2. Standard solution preparation: Add 1 ml of distilled water before use and mix well to prepare a 10 ng/ml solution. Set the standard tube 8 tube, the first tube plus the standard dilution 900ul, the second to the eighth tube to add the sample dilution 500ul. Add 10 ng of the standard solution of 10 ng/ml to the first tube, mix and aspirate 500 ul with a pipette and transfer to the second tube. Repeat the dilution as described above, and remove 500 ul from the seventh tube and discard it. The eighth tube is a blank control.
3. The 10× specimen dilution was diluted 1:10 with distilled water (example: 1 ml concentrated dilution + 9 ml distilled water).
4. Washing solution: diluted 1:20 with distilled water (example: 1 ml concentrated washing solution added to 19 ml of distilled water)
Test procedure
1. Loading: Add 100 ul of standard or sample to be tested in each well. Mix the reaction plate thoroughly and let it stand at 37 °C for 120 minutes.
2. Wash the plate: Wash the plate thoroughly with washing solution 4-6 times, and dry it on the filter paper.
3. Add 100 ul of the first antibody working solution to each well. The reaction plate was thoroughly mixed and placed at 37 ° C for 60 minutes.
4. Wash the board: the same as before.
5. Add 100 ul of enzyme-labeled antibody working solution per well. The reaction plate was placed at 37 ° C for 30 minutes.
6. Wash the board: same as before.
7. Add 100 ul of substrate working solution per well, set 37 The reaction was carried out in the dark at °C for 15 minutes.
8. Add 100 ul of stop solution to each well and mix.
9. Measure the absorbance at 450 nm using a microplate reader within 30 minutes.
Result calculation and judgment
1. All OD values ​​should be subtracted from the blank value before calculation.
2. Using standard products 1000, 500, 250, 125, 62.5, 31.2, 15.6, 0 pg/ml as the abscissa and OD as the ordinate, plot on the coordinate paper and draw the standard curve.

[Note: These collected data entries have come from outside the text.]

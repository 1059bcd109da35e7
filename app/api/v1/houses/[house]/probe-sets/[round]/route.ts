import * as rounds from '@/db/queries/probe-set';
import { serve } from '@/lib/server/guard';
import { amendProbeSet, getProbeSet } from '@/lib/server/operations/heap';

export const GET = serve(getProbeSet, ({ things }) => ({ body: things.round }));

export const PATCH = serve(amendProbeSet, async ({ holding, things, body, caller, now }) => ({
  body: await rounds.amendProbeSet(holding, things.house.id, things.round.id, body, { by: caller.by, now }),
}));
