/**
 * The simulated yard as plain JSON: its state, and how it goes on. Pure: the same world, relays and step
 * give the same next world. Whether a coil may be on is not decided here; see relays.ts.
 */
import type { Coils } from '@/lib/field/frames';
import { fed, turned, type Feed, type HeapState } from '@/lib/physics/heap';
import { yardHouse, yardHouses, type YardHouse } from './catalogue';
import { houseStoredJ, startHouse, stepHouse, type HouseWorld } from './house-world';
import { weatherAt, type Weather } from './weather';

export interface World {
  version: 1;
  seed: number;
  /** epoch milliseconds */
  ms: number;
  houses: Record<string, HouseWorld>;
  /** coils as they were in the last step, by node, for what the sensors see */
  relays: YardRelays;
}

/** Coils by node key, then by relay number. */
export type YardRelays = Record<string, Coils>;

export function createWorld(seed: number, startMs: number): World {
  const houses = Object.fromEntries(yardHouses.map((place) => [place.key, startHouse(place)]));
  return { version: 1, seed, ms: startMs, houses, relays: {} };
}

/**
 * The world `dtS` seconds on, with these coils all the while. Any step; over 60 s it is cut up inside.
 * A node that is missing in `relays` has all coils off.
 * @param leaks share of outdoor air in what a house's heap loop brings back, by house; none is a whole pipe
 */
export function stepWorld(
  world: World,
  relays: YardRelays,
  dtS: number,
  leaks: Readonly<Record<string, number>> = {},
): World {
  const houses: Record<string, HouseWorld> = {};
  // All houses ask for the same few moments, and the weather is half of the work of a step.
  const weather = remembered((ms) => weatherAt(world.seed, ms));
  for (const place of yardHouses) {
    const coils = relays[place.node] ?? {};
    const local = (ms: number): Weather => sheltered(weather(ms), place);
    const leak = leaks[place.key] ?? 0;
    houses[place.key] = stepHouse(place, houseWorld(world, place.key), coils, world.ms, dtS, local, leak);
  }
  return { ...world, ms: world.ms + dtS * 1000, houses, relays };
}

export function houseWorld(world: World, houseKey: string): HouseWorld {
  const found = world.houses[houseKey];
  if (found === undefined) throw new Error(`this world has no house "${houseKey}"`);
  return found;
}

export function localWeather(world: World, place: YardHouse, ms: number): Weather {
  return sheltered(weatherAt(world.seed, ms), place);
}

function sheltered(weather: Weather, place: YardHouse): Weather {
  return { ...weather, tempC: weather.tempC + place.shelterK };
}

function remembered(ask: (ms: number) => Weather): (ms: number) => Weather {
  const known = new Map<number, Weather>();
  return (ms) => {
    const found = known.get(ms) ?? ask(ms);
    known.set(ms, found);
    return found;
  };
}

/** Heat stored in a house of the world, J above 0 °C. */
export function storedJ(world: World, houseKey: string): number {
  return houseStoredJ(yardHouse(houseKey), houseWorld(world, houseKey));
}

export function feedHeap(world: World, houseKey: string, feed: Feed): World {
  return withHeap(world, houseKey, (heap) => fed(yardHouse(houseKey).heap, heap, feed));
}

export function turnHeap(world: World, houseKey: string): World {
  const { tempC } = localWeather(world, yardHouse(houseKey), world.ms);
  return withHeap(world, houseKey, (heap) => turned(heap, tempC));
}

function withHeap(world: World, houseKey: string, change: (heap: HeapState) => HeapState): World {
  const now = houseWorld(world, houseKey);
  return { ...world, houses: { ...world.houses, [houseKey]: { ...now, heap: change(now.heap) } } };
}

3. Find the corresponding b-Amyloid 1-42 content on the graph based on the OD value of the sample, and multiply by the dilution factor.
Kit performance
1. Sensitivity: The minimum b-Amyloid 1-42 assay concentration is less than 8pg/ml.
2. Specificity: Recombinant or natural human b-Amyloid 1-42 can be detected simultaneously. Does not cross-react with other human cytokines.
3. Repeatability: The coefficient of variation in the plate and plate is less than 12%.
Precautions
1. It is recommended to make double holes for the above standard holes and samples to be tested. The standard curve should be made at the same time for each measurement.
2. The washing process is critical. Insufficient washing will result in an accuracy error and an erroneous rise in the OD value.
3. After the slats are opened, the remaining slats should be sealed again to keep the slats dry .
4. This kit should be stored in a 4 o C refrigerator.
5. This kit is for scientific research only and cannot be used for clinical diagnosis!